If the lender reduces the interest rate on the split part, then this would be far better for the borrower.  But they could achieve this by reducing the overall rate on the loan for those who are unemployed and not receiving MIS. 

Overall, it seems like a poor solution.


----------



## angela59 (21 Jun 2012)

Have to agree it does seem like a poor solution.


----------



## AlbacoreA (21 Jun 2012)

> But it can be revealed that the banks are planning to impose interest charges on the part of the mortgage that is being set aside, despite the objections of the Central Bank.

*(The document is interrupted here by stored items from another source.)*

"""The weekly outputs: power, flows, exhaust composition, dew point, carbon dioxide."""

from __future__ import annotations

import numpy as np

from fuelair.air import water_dew_point
from fuelair.charge import Charge
from fuelair.cycle.breathing import short_circuit
from fuelair.cycle.fuel_air import Run
from fuelair.gas.complete import oxygen_excess
from fuelair.gas.engine import Array, Engine, GasState, weighted
from fuelair.gas.species import FUEL
from fuelair.prepare import Prepared

CARBON_DIOXIDE_PER_CARBON = 44.0095 / 12.0107
"""Mass of carbon dioxide per mass of carbon."""


def engine_figures(prepared: Prepared, run: Run, engine: Engine, cylinders: int) -> dict[str, float | None]:
    """Power and flows of the whole engine; None where geometry or speed are not given."""
    charge, swept, rate = run.charge, prepared.swept_volume, prepared.cycles_per_second
    volumes = prepared.settings.volumes
    trapped = None if swept is None else float(volumes.intake_closing[0] * swept / charge.trapped.v[0])
    per_second = None if trapped is None or rate is None else trapped * rate * cylinders
    figures = run.result.figures
    net = float(figures["imep_net_Pa"][0])
    fresh = float((charge.dry_air + charge.water_in)[0])
    passing = fresh * (1.0 + _bypass(prepared, charge))
    recipe = charge.recipe
    density = 1.0 / float(engine.state(recipe.table, "TP", recipe.temperature, recipe.pressure, _fresh(charge)).v[0])
    volumetric = fresh / float(charge.trapped.v[0]) * float(volumes.intake_closing[0]) / density

    def flow(mass: float) -> float | None:
        return None if per_second is None else mass * per_second

    return {
        "trapped_mass_kg": trapped,
        "fuel_mass_per_cycle_kg": None if trapped is None else float(charge.fuel_mass[0]) * trapped,
        "indicated_power_W": flow(float(figures["work_J_per_kg"][0])),
        "net_indicated_power_W": None if swept is None or rate is None else net * swept * rate * cylinders,
        "air_mass_flow_kg_per_s": flow(passing),
        "fuel_mass_flow_kg_per_s": flow(float(charge.fuel_mass[0])),
        "recirculated_mass_flow_kg_per_s": flow(float(charge.recirculated[0])),
        "exhaust_mass_flow_kg_per_s": flow(float(run.exhaust.leaving_mass[0]) + passing - fresh),
        "volumetric_efficiency": volumetric,
        "effective_compression_ratio": float(volumes.effective_compression[0]),
        "effective_expansion_ratio": float(volumes.effective_expansion[0]),
    }


def exhaust_figures(prepared: Prepared, run: Run, engine: Engine) -> dict[str, float | None]:
    """Composition of the exhaust after any short-circuited air, dew point, temperatures, carbon dioxide."""
    charge = run.charge
    table = charge.recipe.table
    leaving = mixed_exhaust(prepared, run, engine)
    x = leaving.mole_fractions()[0]
    part = {k: float(x[table.index(k)]) for k in ("O2", "CO2", "H2O", "CO", "H2", "NO")}
    dry = 1.0 - part["H2O"]
    work = float(run.result.figures["work_J_per_kg"][0])
    fuel = prepared.fuel
    carbon = CARBON_DIOXIDE_PER_CARBON * fuel.mass_fractions.get("C", 0.0)
    dew = float(water_dew_point(part["H2O"] * prepared.ambient.pressure)[0])
    return {
        "exhaust_temperature_K": float(leaving.T[0]),
        "exhaust_temperature_before_scavenge_air_K": float(run.exhaust.leaving.T[0]),
        "exhaust_O2_wet": part["O2"],
        "exhaust_O2_dry": part["O2"] / dry,
        "exhaust_CO2_wet": part["CO2"],
        "exhaust_CO2_dry": part["CO2"] / dry,
        "exhaust_H2O_wet": part["H2O"],
        "exhaust_CO_dry": part["CO"] / dry,
        "exhaust_H2_dry": part["H2"] / dry,
        "exhaust_NO_wet": part["NO"],
        "exhaust_dew_point_K": dew if np.isfinite(dew) else None,
        "exhaust_equivalence_ratio": exhaust_equivalence_ratio(charge, leaving.amounts),
        "co2_kg_per_J": carbon * float(charge.fuel_mass[0]) / work if work > 0.0 else None,
        "co2_kg_per_J_fuel": carbon / float(charge.lower_heating_value[0]),
    }


def mixed_exhaust(prepared: Prepared, run: Run, engine: Engine) -> GasState:
    """Exhaust with the fresh air of a two-stroke engine that passed straight through."""
    charge = run.charge
    bypass = _bypass(prepared, charge)
    if bypass == 0.0:
        return run.exhaust.leaving
    table, recipe = charge.recipe.table, charge.recipe
    fresh = _fresh(charge)
    h = engine.state(table, "TP", recipe.temperature, recipe.pressure, fresh).h
    extra = (charge.dry_air + charge.water_in) * bypass
    return short_circuit(
        engine,
        table,
        run.exhaust,
        extra=extra,
        extra_enthalpy=h,
        extra_amounts=fresh,
        pressure=prepared.settings.exhaust_pressure,
    )


def _bypass(prepared: Prepared, charge: Charge) -> float:
    """Fresh gas that passes straight through over fresh gas trapped."""
    ratio = prepared.scavenge_ratio
    if ratio is None:
        return 0.0
    return float(ratio / (1.0 - charge.residual_fraction[0]) - 1.0)


def _fresh(charge: Charge) -> Array:
    """Humid air as trapped (1, S) [kmol/kg]."""
    table = charge.recipe.table
    dry = table.amounts({k: v for k, v in charge.recipe.air.composition().items() if v > 0.0})
    amounts = dry[None] * charge.dry_air[:, None]
    amounts[:, table.index("H2O")] += charge.water_in / table.molar_mass[table.index("H2O")]
    return np.asarray(amounts / (charge.dry_air + charge.water_in)[:, None])


def exhaust_equivalence_ratio(charge: Charge, amounts: Array) -> float | None:
    """Equivalence ratio of the exhaust from its elements, the water and carbon dioxide of the air taken out.

    Oxygen needed by carbon, hydrogen and sulfur over the oxygen that is not in water drawn in; the
    fuel's own oxygen counts against its need. Argon (nitrogen where the air has none) tells how much air
    the exhaust holds; None if it cannot, for a fuel with nitrogen in air without argon.
    """
    table = charge.recipe.table
    air = _fresh(charge)
    tracer = "Ar" if charge.recipe.air.Ar > 0.0 else "N"
    if tracer == "N" and any(e == "N" for e, _ in charge.recipe.fuel.atoms):
        return None
    column = table.elements.index(tracer)
    share = float(weighted(amounts, table.atoms)[0, column] / weighted(air, table.atoms)[0, column])
    free = float(oxygen_excess(table, air)[0]) * share
    present = weighted(amounts, table.atoms)[0]
    need = {"C": 2.0, "H": 0.5, "S": 2.0, "O": -1.0}
    excess = -sum(k * float(present[table.elements.index(e)]) for e, k in need.items() if e in table.elements)
    return float((free - excess) / free)


def stoichiometric_flame_temperature(run: Run, engine: Engine) -> float | None:
    """Temperature of a stoichiometric mixture of the trapped gas and injected fuel, burned at compression pressure.

    The hottest a diffusion flame gets in equilibrium; None unless the fuel is injected at combustion or
    where the trapped gas has no oxygen left.
    """
    charge = run.charge
    if charge.recipe.admission != "direct":
        return None
    table, compressed = charge.recipe.table, run.compression.state
    pure = np.zeros((1, len(table)))
    pure[0, table.index(FUEL)] = 1.0 / table.molar_mass[table.index(FUEL)]
    spare, demand = oxygen_excess(table, compressed.amounts), -oxygen_excess(table, pure)
    if not spare[0] > 0.0:
        return None
    injected = spare / demand
    amounts = (compressed.amounts + pure * injected[:, None]) / (1.0 + injected)[:, None]
    h = (compressed.h + injected * charge.fuel_enthalpy) / (1.0 + injected)
    state = engine.state(table, "HP", h, compressed.p, amounts, "equilibrium")
    return float(state.T[0]) if state.status[0] == 0 else None


__all__ = ["engine_figures", "exhaust_equivalence_ratio", "exhaust_figures", "mixed_exhaust", "stoichiometric_flame_temperature"]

The Banks seem to want people to default rather than maintain their loans.


----------



## Kine (21 Jun 2012)

Frankly I don't see the massive appeal. Just another case of kicking the can down the road, burying the heads in the sand and hoping things will get better!


----------



## martindfs (21 Jun 2012)

the banks have recieved billions and what id like to know is 1-will they repay the billions back, 2-if so will they recieve a discount and 3-what are they really doing to assist the struggling mortgage holder!??


----------



## angela59 (21 Jun 2012)

Nothing by the looks of it, Split mortgages don't do anything for struggling mortgage holders if they are going to charge the same amount of interest on the part of the mortgage that is parked.


----------



## Brendan Burgess (22 Jun 2012)

Good article by Karl Deeter on the subject on myhome.ie 



> This idea is stupid, plain and simple, it is stacked in favour of the  lenders, that is why 7 of them have already signed up to it; a classic  ‘delay and pray’ manoeuvre and the only way it would make any sense to  use would be if interest were discounted or waived on the warehoused  portion, otherwise it makes better sense to just go bang and have a  personal insolvency agreement under the new legislation.
> 
> 
> Why go bang instead? Well, you get to start again with no claim on  future income the way this one does which could create potential losses  30 years away, if you have a home you simply can’t bear to leave then  that might sway it, but for your average borrower in trouble this is a  ‘solution’ but only for one side of the debt party.


----------



## DerKaiser (22 Jun 2012)

The idea is unnecessarily complicated.  In the indo example there is no mention of the fact that €1400 pm will pay off the mortgage in 25 years whilst €750pm will service the interest and ensure the capital owed does not actually increase.  

Talking about split mortgages where you pay €700 interest+capital on half the mortgage and €375pm interest only on the other half is a really awkward way of saying that you are meeting the interest costs but paying down the total mortgage outstanding at a slower rate.


----------